This is my "full clustering" solution. It is, as already mentioned earlier, similar to ury's solution but does not have a "preprocessing" step.

BoundingSphere::BoundingSphere()
: _center(Point3_t::ZERO),
_radius(-1),
_squaredRadius(-1) {}

bool
BoundingSphere::consider(const Point3_t& point) {
// classifying the point (initially _sqRadius is -1, so that the first candidate is ever classified as an outlier)
const Point3_t difference(_center,point);
scalar_t distance = difference.squaredNorm2(); // in fact the squared distance
const bool isOutlier = distance > _squaredRadius;
// if the point is an outlier the volumes geometry must be adapted ...
if(isOutlier) {
distance = XMath<scalar_t>::sqrt(distance);
// faking on the first point ...
if(_radius<0) {
// due to this little trick the newRadius will become 0, and the center will be translated by 1 multiple of
// the difference vector from Point3_t::ZERO on, so yielding in the point as center of a sphere w/ radius 0
_radius = -distance;
}
// computing the new radius to include the sphere so far as well as the outlier
const scalar_t newRadius = (_radius+distance)*0.5f;
// shifting the sphere "half-way" towards the outlier
if(distance) {
_center.add(difference,(newRadius-_radius)/distance);
}
// scaling the sphere
_radius = newRadius;
_squaredRadius = newRadius*newRadius;
}
// done
return isOutlier;
}


Here for clarity the points are to be provided one-by-one by invoking BoundingSphere::consider(point). The XMath is just a selector for the appropriate functions in dependence of scalar_t, what is either float or double.

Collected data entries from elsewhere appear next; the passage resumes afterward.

// Benchmark: the inventory at scale. Two targets:
//   1. With 100,000 containers in 2,000 storage units, the container list API answers a filtered,
//      sorted page in under 50 ms at the 95th percentile.
//   2. A 10,000-row container file imports in under 5 s.
//
// Run with `npx tsx --conditions=react-server bench/inventory.ts` (the condition makes
// `import "server-only"` a no-op). Options: `--plans` prints the query plans of each kind of list
// request; `--keep-database` keeps the database file (its path is printed); `--setup-only` stops
// once the inventory is built (with --keep-database: a database to try queries on in sqlite3).
//
// The script builds its own inventory in a temporary database file and deletes it at the end.
// The list API is called in-process through its route handler, so each latency includes the
// session check, the zod parse of the query string, the queries and the JSON body, but not the
// HTTP server or the network. It reports; it does not fail: the exit code is 0 either way.
import fs from "node:fs";
import os from "node:os";
import path from "node:path";

const tempDir = fs.mkdtempSync(path.join(os.tmpdir(), "headroom-bench-"));
process.env.DATABASE_PATH = path.join(tempDir, "inventory.db");
process.env.BCRYPT_COST = "4";
const SESSION_SECRET = "bench-session-secret-at-least-32-characters-long";
process.env.SESSION_SECRET = SESSION_SECRET;
process.env.LOG_LEVEL = "silent";

const CONTAINER_COUNT = 100_000;
const STORAGE_UNIT_COUNT = 2_000;
const UNITS_PER_ROOM = 20;
const DISPOSED_SHARE = 0.1;
const LIST_TARGET_P95_MS = 50;
const WARM_UP_REQUESTS_PER_KIND = 20;
const REQUESTS_PER_KIND = 300;
const PAGE_SIZE = 25; // the API's default
const DEEP_PAGE = 40;
const IMPORT_ROW_COUNT = 10_000;
const IMPORT_TARGET_S = 5;
const DAY_MS = 86_400_000;

const showPlans = process.argv.includes("--plans");
/** Keep the database file afterwards (its path is printed), e.g. to look at query plans in sqlite3. */
const keepDatabase = process.argv.includes("--keep-database");
/** Build the inventory and stop (with --keep-database: a database to experiment on). */
const setupOnly = process.argv.includes("--setup-only");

When providing 4 points (0,0,0), (10,0,0), (0,0,10), and (0,10,0) in differing orders, the resulting spheres are:
[ 2.399498 1.318533 3.140984 ] x 9.538934
[ 3.140984 2.399498 1.318533 ] x 9.538934
[ 1.318533 2.399498 3.140984 ] x 9.538934
[ 3.140984 1.318533 2.399498 ] x 9.538934

EDIT: The volume depends in both the center as well as the radius from the order in which points are supplied.

[Edited by - haegarr on November 29, 2005 12:22:44 PM]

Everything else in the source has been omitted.